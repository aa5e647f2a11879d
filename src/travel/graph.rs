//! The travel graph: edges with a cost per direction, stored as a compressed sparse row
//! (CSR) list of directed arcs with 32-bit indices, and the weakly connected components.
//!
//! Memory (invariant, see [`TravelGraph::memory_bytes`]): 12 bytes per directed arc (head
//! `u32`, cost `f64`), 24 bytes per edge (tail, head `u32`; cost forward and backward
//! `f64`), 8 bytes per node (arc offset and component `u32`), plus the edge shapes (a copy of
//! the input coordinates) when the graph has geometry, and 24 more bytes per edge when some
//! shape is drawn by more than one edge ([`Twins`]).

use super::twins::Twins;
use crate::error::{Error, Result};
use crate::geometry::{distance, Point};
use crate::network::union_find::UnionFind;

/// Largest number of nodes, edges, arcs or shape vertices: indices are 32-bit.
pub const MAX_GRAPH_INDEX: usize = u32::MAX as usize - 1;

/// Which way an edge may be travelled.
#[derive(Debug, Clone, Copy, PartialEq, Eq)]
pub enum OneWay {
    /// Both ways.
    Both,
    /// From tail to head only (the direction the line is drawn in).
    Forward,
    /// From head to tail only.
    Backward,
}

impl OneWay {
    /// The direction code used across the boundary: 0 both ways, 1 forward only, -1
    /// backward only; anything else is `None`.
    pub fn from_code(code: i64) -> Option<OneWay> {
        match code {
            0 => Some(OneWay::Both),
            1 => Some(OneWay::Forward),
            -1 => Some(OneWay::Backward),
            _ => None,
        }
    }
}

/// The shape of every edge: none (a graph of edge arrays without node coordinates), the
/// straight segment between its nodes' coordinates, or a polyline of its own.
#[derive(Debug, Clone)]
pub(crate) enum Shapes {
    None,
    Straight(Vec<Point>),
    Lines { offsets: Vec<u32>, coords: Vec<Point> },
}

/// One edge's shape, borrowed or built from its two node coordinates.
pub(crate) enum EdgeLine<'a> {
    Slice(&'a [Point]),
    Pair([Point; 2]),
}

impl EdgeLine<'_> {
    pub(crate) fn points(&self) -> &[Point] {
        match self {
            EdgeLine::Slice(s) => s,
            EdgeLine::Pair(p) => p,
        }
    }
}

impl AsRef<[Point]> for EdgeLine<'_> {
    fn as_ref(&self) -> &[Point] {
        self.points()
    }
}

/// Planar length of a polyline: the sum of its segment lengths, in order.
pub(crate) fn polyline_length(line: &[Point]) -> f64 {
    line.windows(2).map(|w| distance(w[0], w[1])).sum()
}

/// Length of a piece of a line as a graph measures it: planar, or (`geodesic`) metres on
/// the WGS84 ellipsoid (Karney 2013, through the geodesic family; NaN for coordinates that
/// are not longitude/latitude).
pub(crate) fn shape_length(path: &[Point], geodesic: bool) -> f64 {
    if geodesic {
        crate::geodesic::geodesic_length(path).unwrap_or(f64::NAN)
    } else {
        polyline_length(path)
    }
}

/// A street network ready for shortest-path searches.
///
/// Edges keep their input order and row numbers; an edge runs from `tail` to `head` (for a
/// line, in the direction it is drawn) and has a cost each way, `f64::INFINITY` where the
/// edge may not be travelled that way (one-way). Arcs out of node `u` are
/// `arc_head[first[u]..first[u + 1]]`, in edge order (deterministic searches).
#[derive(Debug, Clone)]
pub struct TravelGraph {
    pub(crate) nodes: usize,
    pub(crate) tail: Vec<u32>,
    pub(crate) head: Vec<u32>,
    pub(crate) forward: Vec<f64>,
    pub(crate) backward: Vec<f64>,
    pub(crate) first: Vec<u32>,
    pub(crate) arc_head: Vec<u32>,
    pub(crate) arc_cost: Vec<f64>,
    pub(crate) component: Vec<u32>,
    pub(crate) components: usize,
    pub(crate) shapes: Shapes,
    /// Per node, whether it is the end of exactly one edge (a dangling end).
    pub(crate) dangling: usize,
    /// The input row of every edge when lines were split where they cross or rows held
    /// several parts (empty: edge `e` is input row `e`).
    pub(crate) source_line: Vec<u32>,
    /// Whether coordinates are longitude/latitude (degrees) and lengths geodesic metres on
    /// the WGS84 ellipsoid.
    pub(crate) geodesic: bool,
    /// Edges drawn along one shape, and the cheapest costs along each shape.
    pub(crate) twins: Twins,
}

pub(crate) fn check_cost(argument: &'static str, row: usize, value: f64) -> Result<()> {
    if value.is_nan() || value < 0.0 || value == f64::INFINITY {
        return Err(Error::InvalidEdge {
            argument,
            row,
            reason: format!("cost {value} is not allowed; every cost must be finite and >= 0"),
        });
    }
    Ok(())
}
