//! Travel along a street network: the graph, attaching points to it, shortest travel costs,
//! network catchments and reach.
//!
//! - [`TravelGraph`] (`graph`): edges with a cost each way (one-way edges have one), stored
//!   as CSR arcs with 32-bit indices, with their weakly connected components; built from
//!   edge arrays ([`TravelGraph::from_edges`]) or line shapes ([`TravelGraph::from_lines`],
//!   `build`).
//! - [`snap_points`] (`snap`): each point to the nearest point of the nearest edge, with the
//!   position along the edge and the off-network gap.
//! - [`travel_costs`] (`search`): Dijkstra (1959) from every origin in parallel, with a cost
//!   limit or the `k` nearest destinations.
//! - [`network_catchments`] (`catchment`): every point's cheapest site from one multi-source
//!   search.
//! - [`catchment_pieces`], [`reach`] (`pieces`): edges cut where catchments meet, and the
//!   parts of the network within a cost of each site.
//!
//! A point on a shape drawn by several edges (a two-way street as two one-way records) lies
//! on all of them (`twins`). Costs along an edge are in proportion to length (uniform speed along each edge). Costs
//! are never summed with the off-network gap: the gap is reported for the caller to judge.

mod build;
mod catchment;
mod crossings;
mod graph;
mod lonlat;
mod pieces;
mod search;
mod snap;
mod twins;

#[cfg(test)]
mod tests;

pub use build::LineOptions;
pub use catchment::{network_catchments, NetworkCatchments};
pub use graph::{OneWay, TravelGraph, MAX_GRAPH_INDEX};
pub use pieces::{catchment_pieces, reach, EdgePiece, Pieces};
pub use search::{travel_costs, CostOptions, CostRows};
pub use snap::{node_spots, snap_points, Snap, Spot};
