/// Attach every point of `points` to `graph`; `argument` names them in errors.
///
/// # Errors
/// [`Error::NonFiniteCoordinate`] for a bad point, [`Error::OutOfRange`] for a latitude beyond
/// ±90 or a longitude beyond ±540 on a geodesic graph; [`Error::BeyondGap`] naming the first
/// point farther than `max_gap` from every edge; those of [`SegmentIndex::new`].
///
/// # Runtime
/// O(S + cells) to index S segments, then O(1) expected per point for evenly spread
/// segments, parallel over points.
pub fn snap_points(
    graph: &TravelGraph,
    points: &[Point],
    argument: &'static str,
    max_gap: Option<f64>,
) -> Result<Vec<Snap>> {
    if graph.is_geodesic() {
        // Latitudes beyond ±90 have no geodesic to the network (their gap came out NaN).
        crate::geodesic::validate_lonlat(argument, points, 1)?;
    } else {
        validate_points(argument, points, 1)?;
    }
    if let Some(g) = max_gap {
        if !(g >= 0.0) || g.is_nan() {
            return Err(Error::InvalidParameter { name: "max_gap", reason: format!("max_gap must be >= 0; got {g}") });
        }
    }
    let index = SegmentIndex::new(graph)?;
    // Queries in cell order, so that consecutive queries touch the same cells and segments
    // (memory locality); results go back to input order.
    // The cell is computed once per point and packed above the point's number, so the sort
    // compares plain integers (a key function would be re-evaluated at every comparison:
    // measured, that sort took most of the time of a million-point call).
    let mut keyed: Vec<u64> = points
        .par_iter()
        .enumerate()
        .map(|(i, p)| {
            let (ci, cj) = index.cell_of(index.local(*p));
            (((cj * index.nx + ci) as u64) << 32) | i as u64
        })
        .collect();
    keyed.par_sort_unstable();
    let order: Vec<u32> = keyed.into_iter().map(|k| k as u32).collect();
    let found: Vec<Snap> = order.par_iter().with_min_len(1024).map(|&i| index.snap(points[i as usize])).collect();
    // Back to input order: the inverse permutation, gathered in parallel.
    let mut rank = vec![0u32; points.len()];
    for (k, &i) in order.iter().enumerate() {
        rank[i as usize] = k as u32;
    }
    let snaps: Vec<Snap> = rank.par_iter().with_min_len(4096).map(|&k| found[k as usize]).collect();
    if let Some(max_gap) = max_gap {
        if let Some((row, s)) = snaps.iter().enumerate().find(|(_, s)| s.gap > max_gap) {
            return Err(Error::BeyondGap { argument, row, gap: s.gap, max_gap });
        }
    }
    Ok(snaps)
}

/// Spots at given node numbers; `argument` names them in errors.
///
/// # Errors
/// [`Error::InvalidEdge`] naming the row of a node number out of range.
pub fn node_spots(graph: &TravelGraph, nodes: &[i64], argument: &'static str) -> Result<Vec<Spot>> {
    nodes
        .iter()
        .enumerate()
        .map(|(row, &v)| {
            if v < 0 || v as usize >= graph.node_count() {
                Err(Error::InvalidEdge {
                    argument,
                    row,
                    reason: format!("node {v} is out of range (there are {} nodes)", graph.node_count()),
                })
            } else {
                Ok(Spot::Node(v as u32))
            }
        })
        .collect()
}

━━━━

Required work
In the entries above, please find the line with "use super::twins::Twins;" and the line with "pub(crate) enum EdgeLine<'a>", then write out exactly those two lines and every line between them, and nothing more.

Solution to this task
use super::twins::Twins;
use crate::error::{Error, Result};
use crate::geometry::{distance, Point};
use crate::network::union_find::UnionFind;

/// Largest number of nodes, edges, arcs or shape vertices: indices are 32-bit.
pub const MAX_GRAPH_INDEX: usize = u32::MAX as usize - 1;

/// Which way an edge may be travelled.
#[derive(Debug, Clone, Copy, PartialEq, Eq)]
pub enum OneWay {
    /// Both ways.
    Both,
    /// From tail to head only (the direction the line is drawn in).
    Forward,
    /// From head to tail only.
    Backward,
}

impl OneWay {
    /// The direction code used across the boundary: 0 both ways, 1 forward only, -1
    /// backward only; anything else is `None`.
    pub fn from_code(code: i64) -> Option<OneWay> {
        match code {
            0 => Some(OneWay::Both),
            1 => Some(OneWay::Forward),
            -1 => Some(OneWay::Backward),
            _ => None,
        }
    }
}

/// The shape of every edge: none (a graph of edge arrays without node coordinates), the
/// straight segment between its nodes' coordinates, or a polyline of its own.
#[derive(Debug, Clone)]
pub(crate) enum Shapes {
    None,
    Straight(Vec<Point>),
    Lines { offsets: Vec<u32>, coords: Vec<Point> },
}

/// One edge's shape, borrowed or built from its two node coordinates.
pub(crate) enum EdgeLine<'a> {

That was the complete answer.